━━━ Data for this task

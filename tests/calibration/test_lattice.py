"""Numbering and fitting of marks, against closed forms, matrix algebra and scipy."""

from __future__ import annotations

import numpy as np
import pytest
from hypothesis import given, settings
from hypothesis import strategies as st
from scipy.optimize import least_squares
from scipy.stats import t as student

from calibration.lattice import Marks, decorrelate, fit_lattice, grow_numbers, lattice_map, local_gradient
from calibration.lattice import _student as student_factor

WIDTH, HEIGHT = 640, 480


def grid_marks(*, pitch=25.0, angle=0.2, radial=0.0, tilt=(0.0, 0.0), noise=0.0, seed=0):
    """Marks of both families of a square grid whose map is known, and its parameters."""
    rng = np.random.default_rng(seed)
    radius = np.hypot(WIDTH, HEIGHT) / 2
    turn = np.array([[np.cos(angle), np.sin(angle)], [-np.sin(angle), np.cos(angle)]]) * radius / pitch
    theta = np.array([0.3, *turn[0], 0.6, *turn[1], radial, *tilt])
    x, y = rng.uniform(0, WIDTH - 1, 4000), rng.uniform(0, HEIGHT - 1, 4000)
    axis = np.arange(4000) % 2
    # Move each place along its coordinate until that is a whole number: Newton's method on the exact map.
    q = np.stack([(x - (WIDTH - 1) / 2) / radius, (y - (HEIGHT - 1) / 2) / radius], axis=1)
    terms = ("radial", "tilt")
    index = np.rint(lattice_map(theta, q, axis, terms=terms)[0])
    for _ in range(8):
        step = 1e-6
        value = lattice_map(theta, q, axis, terms=terms)[0]
        slope = np.stack(
            [(lattice_map(theta, q + d, axis, terms=terms)[0] - value) / step for d in step * np.eye(2)],
            axis=1,
        )
        q = q - slope * ((value - index) / (slope**2).sum(axis=1))[:, None]
    place = q * radius + np.array([(WIDTH - 1) / 2, (HEIGHT - 1) / 2])
    place = place + rng.normal(0, noise, place.shape)
    cluster = (index - index.min()).astype(np.int64) * 2 + axis
    marks = Marks(place[:, 0], place[:, 1], axis, index.astype(np.int64), cluster, np.ones(len(x)))
    return marks.take(np.arange(len(x)) % 5 == 0), theta


def test_fit_gives_back_an_exact_map():
    """Marks without noise on a bent and tilted grid give its lens, tilt and gradient to round-off."""
    marks, theta = grid_marks(radial=-0.015, tilt=(0.02, -0.01))
    fit = fit_lattice(marks, width=WIDTH, height=HEIGHT)
    assert fit.terms == ("radial", "tilt")
    # Newton's steps end below 1e-5 px; over the pattern of some 400 px that is 3e-8.
    assert fit.radial == pytest.approx(-0.015, abs=1e-7)
    assert fit.tilt == pytest.approx([0.02, -0.01], abs=1e-7)
    assert fit.coefficients.ravel() == pytest.approx(theta[:6], abs=1e-5)


def test_plain_grid_gets_no_lens_and_no_tilt():
    """With noise of 0.05 px and nothing bent, neither term passes its test, and the rotation's closed form holds."""
    marks, _ = grid_marks(noise=0.05, angle=0.2)
    fit = fit_lattice(marks, width=WIDTH, height=HEIGHT)
    assert fit.terms == ()
    gradient = local_gradient(fit, np.array([319.5]), np.array([239.5]))[0]
    spread = np.sqrt(fit.covariance[1, 1]) / np.hypot(*fit.coefficients[0, 1:])
    # Four standard uncertainties: the gradient of a square grid turned by 0.2 rad is (cos, sin; -sin, cos) / 25.
    assert gradient * 25 == pytest.approx(
        np.array([[np.cos(0.2), np.sin(0.2)], [-np.sin(0.2), np.cos(0.2)]]), abs=4 * spread
    )


def test_fit_is_the_least_squares_solution():
    """Parameters agree with scipy's own least squares on the same residuals.

    Source: scipy.optimize.least_squares, trust-region reflective, no bounds.
    """
    marks, theta = grid_marks(noise=0.05, radial=0.01, tilt=(0.01, 0.0), seed=3)
    fit = fit_lattice(marks, width=WIDTH, height=HEIGHT)
    used = fit.used
    radius = fit.radius
    q = np.stack([(marks.x - fit.centre[0]) / radius, (marks.y - fit.centre[1]) / radius], axis=1)[used]

    def residual(p):
        value = lattice_map(p, q, marks.axis[used], terms=("radial", "tilt"))[0] - marks.index[used]
        raw = value[:, None] * 25.0
        return decorrelate(raw, marks.take(used), fit.mark_std**2, fit.line_std**2)[:, 0]

    best = least_squares(residual, theta, xtol=1e-14, ftol=1e-14, gtol=1e-14)
    ours = np.concatenate([fit.coefficients.ravel(), [fit.radial], fit.tilt])
    # Both stop within a ten-thousandth of a standard uncertainty.
    assert np.abs(ours - best.x).max() < 1e-3 * np.sqrt(np.diag(fit.covariance)).max()
    jacobian = np.linalg.inv(best.jac.T @ best.jac) * fit.mark_std**2
    assert np.sqrt(np.diag(fit.covariance)) == pytest.approx(
        np.sqrt(np.diag(jacobian)), rel=0.02
    )  # pitch at tilt


def test_stated_covariance_is_the_scatter_of_repeated_fits():
    """Pulls of the pitch over 60 noisy grids have the spread 1 within four of its standard deviations."""
    pulls = []
    for seed in range(60):
        marks, theta = grid_marks(noise=0.1, seed=seed)
        fit = fit_lattice(marks.take(np.arange(len(marks.x)) % 4 == 0), width=WIDTH, height=HEIGHT)
        pulls.append((fit.coefficients[0, 1] - theta[1]) / np.sqrt(fit.covariance[1, 1]))
    # A spread from n values scatters by 1 / sqrt(2 n).
    assert np.sqrt(np.mean(np.square(pulls))) == pytest.approx(1.0, abs=4 / np.sqrt(2 * 60))


def test_lines_with_errors_of_their_own_widen_the_uncertainty():
    """Where each line is off by 0.2 px, the pitch scatters by the closed form for line errors, and the fit says so."""
    rng = np.random.default_rng(5)
    lines, strips, pitch = 20, 15, 30.0
    pulls, stds = [], []
    for _ in range(60):
        index = np.repeat(np.arange(lines), strips)
        off = rng.normal(0, 0.2, lines)[index] + rng.normal(0, 0.02, lines * strips)
        y = np.tile(np.linspace(20, HEIGHT - 20, strips), lines)
        marks = Marks(30 + index * pitch + off, y, np.zeros_like(index), index, index, np.ones(len(index)))
        fit = fit_lattice(marks, width=WIDTH, height=HEIGHT)
        gradient = fit.coefficients[0, 1] / fit.radius
        std = np.sqrt(fit.covariance[1, 1]) / fit.radius
        pulls.append((gradient * pitch - 1) / (std * pitch))
        stds.append(std * pitch)
    # Slope of a straight line through n equidistant points with errors s: s / sqrt(n (n^2 - 1) / 12), in pitches.
    closed = 0.2 / pitch / np.sqrt(lines * (lines**2 - 1) / 12)
    assert np.median(stds) == pytest.approx(
        closed, rel=0.15
    )  # 18 degrees of freedom scatter by 17 %, their median less
    assert np.sqrt(np.mean(np.square(pulls))) == pytest.approx(1.0, abs=4 / np.sqrt(2 * 60))


def test_a_few_lines_ruled_unevenly_are_no_lens():
    """Five straight lines off by 0.3 px each bend nothing: no lens is taken from their spacing."""
    rng = np.random.default_rng(11)
    index = np.repeat(np.arange(5), 14)
    y = np.tile(np.linspace(20, HEIGHT - 20, 14), 5)
    for _ in range(20):
        x = 60 + 125.0 * index + rng.normal(0, 0.3, 5)[index] + rng.normal(0, 0.02, len(index))
        fit = fit_lattice(
            Marks(x, y, 0 * index, index, index, np.ones(len(index))), width=WIDTH, height=HEIGHT
        )
        assert fit.radial == 0.0


def test_outliers_are_left_out():
    """Marks of dust, 2 px off, do not move the fit, and are told as not used."""
    marks, theta = grid_marks(noise=0.03, seed=2)
    off = np.arange(len(marks.x)) % 20 == 0
    dirty = Marks(
        marks.x + 2.0 * off, marks.y + 2.0 * off, marks.axis, marks.index, marks.cluster, marks.weight
    )
    fit = fit_lattice(dirty, width=WIDTH, height=HEIGHT)
    assert not fit.used[off].any()
    assert fit.used[~off].mean() > 0.99
    assert abs(fit.coefficients[0, 1] - theta[1]) < 4 * np.sqrt(fit.covariance[1, 1])


def test_decorrelation_is_the_inverse_root_of_the_covariance():
    """W V W' is the mark variance times one, V being the covariance of marks that share their line's error."""
    rng = np.random.default_rng(0)
    cluster = np.repeat([0, 1, 2], [5, 1, 9])
    weight = rng.uniform(0.5, 1.5, 15)
    zero = np.zeros(15)
    marks = Marks(zero, zero, zero.astype(int), zero.astype(int), cluster, weight)
    whitener = decorrelate(np.eye(15), marks, 0.04, 0.25)
    covariance = np.diag(0.04 / weight**2) + 0.25 * (cluster[:, None] == cluster[None, :])
    assert whitener @ covariance @ whitener.T == pytest.approx(0.04 * np.eye(15), abs=1e-12)  # round-off


@pytest.mark.parametrize("dof", [1, 2, 3, 5, 10, 50])
def test_few_values_widen_by_students_factor(dof):
    """The factor for few degrees of freedom is that of Student's t at 68.27 %.

    Source: scipy.stats.t; JCGM 100:2008 table G.2 has 1.84, 1.32, 1.20, 1.11, 1.05 for 1, 2, 3, 5, 10.
    """
    assert student_factor(dof) == pytest.approx(student.ppf(0.5 + 0.682689 / 2, dof), rel=0.004)


@settings(max_examples=25, deadline=None)
@given(
    seed=st.integers(0, 10_000),
    pitch=st.floats(8, 120),
    missing=st.floats(0, 0.4),
    false=st.integers(0, 5),
    bend=st.floats(-0.01, 0.01),
)
def test_neither_missing_nor_false_lines_shift_the_count(seed, pitch, missing, false, bend):
    """Numbers of the true lines differ from the truth by one shift, whatever is missing, added or bent."""
    rng = np.random.default_rng(seed)
    lines = int(600 // pitch)
    keep = rng.random(lines) >= missing
    keep[[0, lines // 2, lines // 2 + 1, -1]] = True
    index = np.repeat(np.flatnonzero(keep), 12)
    u = index * pitch
    true = np.stack(
        [u + bend * pitch * ((u - 300) / 100) ** 2, np.tile(np.arange(12) * 32.0, keep.sum())], axis=1
    )
    true = true + rng.normal(0, 0.02 * pitch, true.shape) * np.array([1.0, 0.0])
    along = np.tile(np.arange(12) * 32.0, false)
    place = np.concatenate([true, np.stack([np.repeat(rng.uniform(0, 600, false), 12), along], axis=1)])
    seed_mark = int(np.flatnonzero(index == lines // 2)[6])
    found = grow_numbers(
        place, np.array([[1 / pitch, 0.0]]), seed=seed_mark, unit=np.array([pitch, max(pitch, 32.0)])
    )
    numbers = np.rint(found[: len(true), 0])
    assert (numbers - index == numbers[0] - index[0]).all()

━━━━━━

Reproduce each line of the material containing the word "whitener".

    whitener = decorrelate(np.eye(15), marks, 0.04, 0.25)
    assert whitener @ covariance @ whitener.T == pytest.approx(0.04 * np.eye(15), abs=1e-12)  # round-off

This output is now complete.